How is the horse 75% Arab if the sire has no Arab? I think 50% Arab, 50% warmblood?


----------



## Bernice (Jul 8, 2021)

gottatrot said:


> How is the horse 75% Arab if the sire has no Arab? I think 50% Arab, 50% warmblood?


Arab Sire is Siloah Marouss and Arab Dam is Siloah Lamor.


----------



## QtrBel (May 31, 2012)

I think she is stating the grandsire and grand dam generation. So one of the parents is full Arabian and the other is an Arabian South African Warmblood cross?

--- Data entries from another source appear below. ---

def test_user_strings_are_escaped():
    page = render_report(build_report([(HOSTILE, _hostile())], title=HOSTILE))
    assert "<script" not in page and "<b onmouseover" not in page
    assert "&lt;script&gt;alert(1)&lt;/script&gt;" in page
    assert "&#34;&gt;&lt;b onmouseover=x&gt;" in page or "&quot;&gt;&lt;b onmouseover=x&gt;" in page


def test_page_is_self_contained_and_deterministic(ru_page):
    results = [analyse("[RuCl2(CO)2(PPh3)2]"), analyse("M(AA)2b2")]
    assert render_report(build_report(results)) == render_report(build_report(results))  # same input, same bytes
    urls = set(re.findall(r"https?://[^\s\"'<>)]+", ru_page))
    assert urls <= {"http://www.w3.org/2000/svg"}  # only the SVG namespace name, never fetched
    for bad in ("<link", "<script", "@import", "<iframe", 'src="http'):
        assert bad not in ru_page
    assert "Safety" in ru_page and "Carbon monoxide" in ru_page  # the cautions of the safety module
    # 5 geometric / 6 stereoisomers of [RuCl2(CO)2(PPh3)2]; M(AA)2b2: trans and the cis pair (common practice)
    assert ru_page.count('class="card"') == 6 + 3


def test_no_raw_data_on_the_page(ru_page):
    text = re.sub(r"<[^>]+>", " ", re.sub(r'src="data:[^"]+"', "", ru_page.split("</style>", 1)[1]))
    for raw in (
        "null",
        "true",
        "false",
        "None",
        "True",
        "False",
        "_distinct",
        "pairs_listed",
        "{",
        "descriptor_detail",
    ):
        assert raw not in text.split(), raw


def test_nothing_repeated(ru_page):
    # each IUPAC name once (the isomer table), the pair grid once, each section once per complex
    name = "(OC-6-12)-dicarbonyldichloridobis(triphenylphosphane)ruthenium(II)"
    assert ru_page.count(name) == 1
    assert ru_page.count('class="grid"') == 2
    for title in ("<h3>Metal centre</h3>", "<h3>Isomer table</h3>"):
        assert ru_page.count(title) == 2 - (title == "<h3>Metal centre</h3>")  # letters have no metal centre
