def test_network_exports(tmp_path):
    import networkx as nx

    net = build_network("Ma6", "Ma4b2")
    doc = net.to_dict()
    assert len(doc["nodes"]) == 4 and len(doc["edges"]) == 3  # Ma6, Ma5b, cis/trans-Ma4b2 (counting)
    g = nx.node_link_graph(doc, edges="edges")
    cis = next(n for n, d in g.nodes(data=True) if d["formula"] == "Ma4b2" and d["prefix"] == "cis")
    trans = next(n for n, d in g.nodes(data=True) if d["formula"] == "Ma4b2" and d["prefix"] == "trans")
    assert g.edges["Ma5b #1", cis]["weight"] == 4  # four a cis to b give cis (counting)
    assert g.edges["Ma5b #1", trans]["weight"] == 1  # one a trans to b gives trans (counting)
    path = tmp_path / "n.graphml"
    path.write_text(network_graphml(net), encoding="utf-8")
    h = nx.read_graphml(path)
    assert sorted(h.nodes) == sorted(g.nodes)


def test_cli_network_formats(tmp_path, capsys):
    main(["network", "Ma4", "--target", "Ma2b2", "--geometry", "SP-4", "--out", str(tmp_path / "a.svg")])
    main(["network", "Ma4", "--target", "Ma2b2", "--geometry", "SP-4", "--out", str(tmp_path / "b.svg")])
    a = (tmp_path / "a.svg").read_bytes()
    assert a.startswith(b"<?xml") and a == (tmp_path / "b.svg").read_bytes()  # deterministic picture
    main(["network", "Ma4", "--target", "Ma2b2", "--geometry", "SP-4", "--out", str(tmp_path / "n.png")])
    assert (tmp_path / "n.png").read_bytes()[:4] == b"\x89PNG"
    main(["network", "[PtCl4]2-", "--target", "[PtCl2(NH3)2]"])
    assert "[PtCl3(NH3)]- #1" in capsys.readouterr().out


def test_canonical_key_tells_enantiomers_apart():
    # an enantiomer pair shares its key under the full group but not under rotations
    # (definition of a chiral isomer; IUPAC 2005, IR-9.3.4)
    rs = load_rules()
    comp = parse_abstract("Ma2b2c2")
    geo = rs.geometry("OC-6")
    s = enumerate_isomers_cached(comp, geo)
    a, b = s.get("1a"), s.get("1b")
    assert canonical_key(a, geo) != canonical_key(b, geo)
    assert canonical_key(a, geo, proper=False) == canonical_key(b, geo, proper=False)


def test_product_index_is_read_only_and_finds_the_replaced_decoration():
    # project rule: caches return immutable data; site relations (common practice):
    # an a cis to both b of trans-Ma4b2 replaced by b gives mer-Ma3b3
    rs = load_rules()
    geo = rs.geometry("OC-6")
    comp = parse_abstract("Ma4b2")
    index = isomer_index(comp, geo)
    with pytest.raises(TypeError):
        index[()] = "x"  # type: ignore[index]
    cis, trans = enumerate_isomers_cached(comp, geo).isomers
    kinds = {k.name: k for k in comp.kinds}
    deco = replace_site(decoration(trans), 0, "a", "b")
    mer = enumerate_isomers_cached(parse_abstract("Ma3b3"), geo).isomers[1]
    assert canonical_key(deco, geo, kinds) == canonical_key(mer, geo)


def test_resolve_species_refuses_what_it_cannot_name():
    rs = load_rules()
    comp = parse_abstract("Ma4b2")
    iset = enumerate_isomers_cached(comp, rs.geometry("OC-6"))
    assert [i.id for i in resolve_species(iset, comp, "trans", role="target")] == ["2"]
    with pytest.raises(InputError, match="needs a descriptor"):
        resolve_species(iset, comp, None, role="start")
    with pytest.raises(InputError, match="no isomer of Ma4b2 is 'fac'"):
        resolve_species(iset, comp, "fac", role="target")


def test_prediction_json_and_major_sites():
    # Atwood & Brown (1976), as above: the CO cis to Br are replaced
    p = predict_step("[MnBr(CO)5]", "PPh3")
    doc = p.to_dict()
    assert list(doc) == [
        "start",
        "entering",
        "rule_set",
        "safety",
        "decided_by",
        "reason",
        "major",
        "shares",
        "statistical_shares",
        "sites",
    ]
    assert doc["rule_set"]["name"] == "cis-labilisation" and doc["major"]["prefix"] == "cis"
    assert len(p.major_sites) == 4  # four CO cis to Br (counting)
    assert {c.leaving for c in p.major_sites} == {"CO"}


def test_route_plan_json_keys_in_order():
    plan = plan_routes("[PtCl4]2-", "cis-[PtCl2(NH3)2]")
    doc = plan.to_dict()
    assert list(doc)[:2] == ["schema_version", "geometry"]
    step = doc["routes"][0]["steps"][1]
    assert list(step) == [
        "step",
        "entering",
        "leaving",
        "from",
        "to",
        "replaced_sites",
        "decided_by",
        "reason",
        "shares",
    ]
    assert step["replaced_sites"] == [1, 3]  # the two Cl trans to Cl (Housecroft & Sharpe, as above)


def test_network_renderers(tmp_path):
    net = build_network("Ma4", "Ma2b2", geometry="SP-4")
    g = net.to_graph()
    assert g.number_of_nodes() == len(net.nodes) and g.number_of_edges() == len(net.edges)
    text = network_text(net)
    assert text.startswith("Network Ma4 -> Ma2b2 on SP-4\n") and "Ma3b #1" in text
    assert network_svg(net) == network_svg(net)  # project rule: same input, same bytes
    assert network_picture(net, "png")[:4] == b"\x89PNG"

The Font Last Lancer is 3/8ths Hanoverian and 5/8ths thoroughbred/saddlebred mix and would be the South African Warmblood.


----------



## gottatrot (Jan 9, 2011)

QtrBel said:


> I think she is stating the grandsire and grand dam generation. So one of the parents is full Arabian and the other is an Arabian South African Warmblood cross?
> 
> The Font Last Lancer is 3/8ths Hanoverian and 5/8ths thoroughbred/saddlebred mix and would be the South African Warmblood.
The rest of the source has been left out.